Segment Start: Available data
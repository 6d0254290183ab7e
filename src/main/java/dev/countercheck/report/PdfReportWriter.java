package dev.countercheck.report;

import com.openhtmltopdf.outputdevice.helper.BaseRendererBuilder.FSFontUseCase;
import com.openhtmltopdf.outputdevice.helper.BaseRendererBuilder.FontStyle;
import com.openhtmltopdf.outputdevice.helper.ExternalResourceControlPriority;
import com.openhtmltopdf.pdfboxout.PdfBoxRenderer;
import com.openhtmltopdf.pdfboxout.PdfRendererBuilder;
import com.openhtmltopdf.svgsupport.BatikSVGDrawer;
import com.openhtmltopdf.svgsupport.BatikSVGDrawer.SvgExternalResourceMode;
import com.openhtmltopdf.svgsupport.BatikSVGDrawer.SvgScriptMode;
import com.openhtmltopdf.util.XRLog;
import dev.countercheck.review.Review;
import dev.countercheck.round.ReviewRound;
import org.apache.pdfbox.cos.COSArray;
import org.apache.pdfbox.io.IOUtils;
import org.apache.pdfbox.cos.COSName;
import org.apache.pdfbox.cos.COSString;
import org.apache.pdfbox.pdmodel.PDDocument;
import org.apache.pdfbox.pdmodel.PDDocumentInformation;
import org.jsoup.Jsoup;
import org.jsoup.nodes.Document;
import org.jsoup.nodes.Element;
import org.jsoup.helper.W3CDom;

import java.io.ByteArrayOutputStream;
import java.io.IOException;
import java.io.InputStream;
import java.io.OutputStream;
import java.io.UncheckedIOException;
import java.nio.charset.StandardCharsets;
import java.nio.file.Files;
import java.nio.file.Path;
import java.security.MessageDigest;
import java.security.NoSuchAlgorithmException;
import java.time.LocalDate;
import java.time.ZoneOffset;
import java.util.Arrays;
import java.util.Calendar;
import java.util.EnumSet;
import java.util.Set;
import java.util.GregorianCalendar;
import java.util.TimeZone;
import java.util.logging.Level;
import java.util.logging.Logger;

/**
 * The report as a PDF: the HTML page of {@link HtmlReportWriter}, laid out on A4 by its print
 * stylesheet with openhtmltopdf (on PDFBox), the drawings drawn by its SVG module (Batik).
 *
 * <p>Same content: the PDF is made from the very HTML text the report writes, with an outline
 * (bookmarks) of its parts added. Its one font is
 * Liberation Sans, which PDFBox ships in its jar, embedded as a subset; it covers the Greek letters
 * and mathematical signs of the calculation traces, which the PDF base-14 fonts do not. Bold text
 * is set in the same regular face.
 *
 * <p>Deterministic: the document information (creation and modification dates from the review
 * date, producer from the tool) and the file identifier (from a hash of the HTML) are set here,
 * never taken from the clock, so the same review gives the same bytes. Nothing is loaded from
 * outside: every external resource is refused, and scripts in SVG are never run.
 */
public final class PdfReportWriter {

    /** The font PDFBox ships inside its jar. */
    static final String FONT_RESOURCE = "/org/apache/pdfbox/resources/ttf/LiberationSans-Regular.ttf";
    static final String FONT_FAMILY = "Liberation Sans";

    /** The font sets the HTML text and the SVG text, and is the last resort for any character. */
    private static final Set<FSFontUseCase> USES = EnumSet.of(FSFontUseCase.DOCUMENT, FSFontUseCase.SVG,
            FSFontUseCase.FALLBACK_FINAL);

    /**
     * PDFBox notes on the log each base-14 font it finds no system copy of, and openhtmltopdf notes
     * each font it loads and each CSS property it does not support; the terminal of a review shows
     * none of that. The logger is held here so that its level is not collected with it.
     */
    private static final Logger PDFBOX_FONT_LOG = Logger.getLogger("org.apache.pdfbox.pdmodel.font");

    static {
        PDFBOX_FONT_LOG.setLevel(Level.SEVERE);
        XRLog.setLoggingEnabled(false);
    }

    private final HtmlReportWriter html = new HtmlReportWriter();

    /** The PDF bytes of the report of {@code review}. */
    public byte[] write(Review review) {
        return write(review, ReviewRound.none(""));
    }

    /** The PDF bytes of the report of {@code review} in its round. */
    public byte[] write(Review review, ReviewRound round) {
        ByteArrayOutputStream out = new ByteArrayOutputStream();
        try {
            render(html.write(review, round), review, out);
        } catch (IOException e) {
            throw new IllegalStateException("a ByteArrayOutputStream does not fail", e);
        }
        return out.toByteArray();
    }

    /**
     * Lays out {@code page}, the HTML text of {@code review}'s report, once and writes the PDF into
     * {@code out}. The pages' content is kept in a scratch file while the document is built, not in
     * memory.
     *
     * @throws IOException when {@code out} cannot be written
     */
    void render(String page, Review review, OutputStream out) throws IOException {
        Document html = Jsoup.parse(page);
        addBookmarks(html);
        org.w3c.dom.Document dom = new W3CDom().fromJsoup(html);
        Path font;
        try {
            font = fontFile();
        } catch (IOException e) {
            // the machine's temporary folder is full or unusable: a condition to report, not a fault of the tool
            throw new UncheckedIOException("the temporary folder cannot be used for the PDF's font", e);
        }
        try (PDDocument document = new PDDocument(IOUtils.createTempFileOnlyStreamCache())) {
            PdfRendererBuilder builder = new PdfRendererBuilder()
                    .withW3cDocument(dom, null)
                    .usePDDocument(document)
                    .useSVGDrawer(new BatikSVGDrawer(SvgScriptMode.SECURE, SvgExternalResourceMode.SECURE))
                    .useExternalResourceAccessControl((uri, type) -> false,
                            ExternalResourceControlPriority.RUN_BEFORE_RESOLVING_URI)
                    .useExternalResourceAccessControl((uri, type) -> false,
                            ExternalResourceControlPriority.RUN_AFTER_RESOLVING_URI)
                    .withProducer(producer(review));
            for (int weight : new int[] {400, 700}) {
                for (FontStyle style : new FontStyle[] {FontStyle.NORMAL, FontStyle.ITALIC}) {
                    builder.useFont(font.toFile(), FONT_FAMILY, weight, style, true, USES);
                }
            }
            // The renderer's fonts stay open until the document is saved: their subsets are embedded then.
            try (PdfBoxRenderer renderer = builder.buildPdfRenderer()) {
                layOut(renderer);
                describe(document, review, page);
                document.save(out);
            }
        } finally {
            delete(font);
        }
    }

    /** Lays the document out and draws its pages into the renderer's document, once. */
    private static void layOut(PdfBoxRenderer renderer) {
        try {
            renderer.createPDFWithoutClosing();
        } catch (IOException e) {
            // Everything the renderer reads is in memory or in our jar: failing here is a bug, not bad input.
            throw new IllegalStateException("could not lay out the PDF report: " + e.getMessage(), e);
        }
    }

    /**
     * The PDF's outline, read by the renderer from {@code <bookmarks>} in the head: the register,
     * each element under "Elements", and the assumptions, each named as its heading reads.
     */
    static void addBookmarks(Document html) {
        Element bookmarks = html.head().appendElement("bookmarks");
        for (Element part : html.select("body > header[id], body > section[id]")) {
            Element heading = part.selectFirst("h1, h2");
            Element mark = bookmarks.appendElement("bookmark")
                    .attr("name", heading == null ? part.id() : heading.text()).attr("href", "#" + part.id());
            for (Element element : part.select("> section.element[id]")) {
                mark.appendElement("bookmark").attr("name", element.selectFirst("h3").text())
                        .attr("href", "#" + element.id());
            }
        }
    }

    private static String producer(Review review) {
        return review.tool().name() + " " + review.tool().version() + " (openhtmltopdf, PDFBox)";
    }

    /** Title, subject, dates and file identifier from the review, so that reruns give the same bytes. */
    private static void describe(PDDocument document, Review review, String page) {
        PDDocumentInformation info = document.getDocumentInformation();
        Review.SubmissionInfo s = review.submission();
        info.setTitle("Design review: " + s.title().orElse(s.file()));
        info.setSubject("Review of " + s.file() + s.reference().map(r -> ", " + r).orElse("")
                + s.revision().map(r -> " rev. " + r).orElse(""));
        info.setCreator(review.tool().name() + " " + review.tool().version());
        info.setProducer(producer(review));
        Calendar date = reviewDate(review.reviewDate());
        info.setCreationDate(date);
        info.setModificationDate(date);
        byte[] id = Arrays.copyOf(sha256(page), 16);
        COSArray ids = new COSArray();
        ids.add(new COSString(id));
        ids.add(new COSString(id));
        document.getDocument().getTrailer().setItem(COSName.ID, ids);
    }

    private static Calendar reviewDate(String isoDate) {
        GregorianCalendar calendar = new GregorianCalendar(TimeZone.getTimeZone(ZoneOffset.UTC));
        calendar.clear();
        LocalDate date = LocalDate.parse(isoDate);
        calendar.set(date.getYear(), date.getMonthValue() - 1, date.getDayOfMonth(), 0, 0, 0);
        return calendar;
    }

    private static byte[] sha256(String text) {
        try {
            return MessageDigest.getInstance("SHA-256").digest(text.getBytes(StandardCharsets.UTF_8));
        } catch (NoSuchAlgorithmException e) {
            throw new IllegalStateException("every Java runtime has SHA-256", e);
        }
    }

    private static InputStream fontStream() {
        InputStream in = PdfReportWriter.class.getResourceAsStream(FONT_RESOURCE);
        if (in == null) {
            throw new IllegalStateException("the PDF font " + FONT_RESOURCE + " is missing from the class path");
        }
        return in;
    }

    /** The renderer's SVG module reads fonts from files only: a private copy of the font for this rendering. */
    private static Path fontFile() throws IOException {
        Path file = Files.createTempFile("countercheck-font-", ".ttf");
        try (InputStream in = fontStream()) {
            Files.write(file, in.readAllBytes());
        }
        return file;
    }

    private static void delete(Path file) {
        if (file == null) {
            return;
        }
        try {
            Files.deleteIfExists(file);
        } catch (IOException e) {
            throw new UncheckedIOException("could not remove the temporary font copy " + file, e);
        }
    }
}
Segment End: Available data
Show all lines from the data that contain "pdmodel".

import org.apache.pdfbox.pdmodel.PDDocument;
import org.apache.pdfbox.pdmodel.PDDocumentInformation;
    private static final Logger PDFBOX_FONT_LOG = Logger.getLogger("org.apache.pdfbox.pdmodel.font");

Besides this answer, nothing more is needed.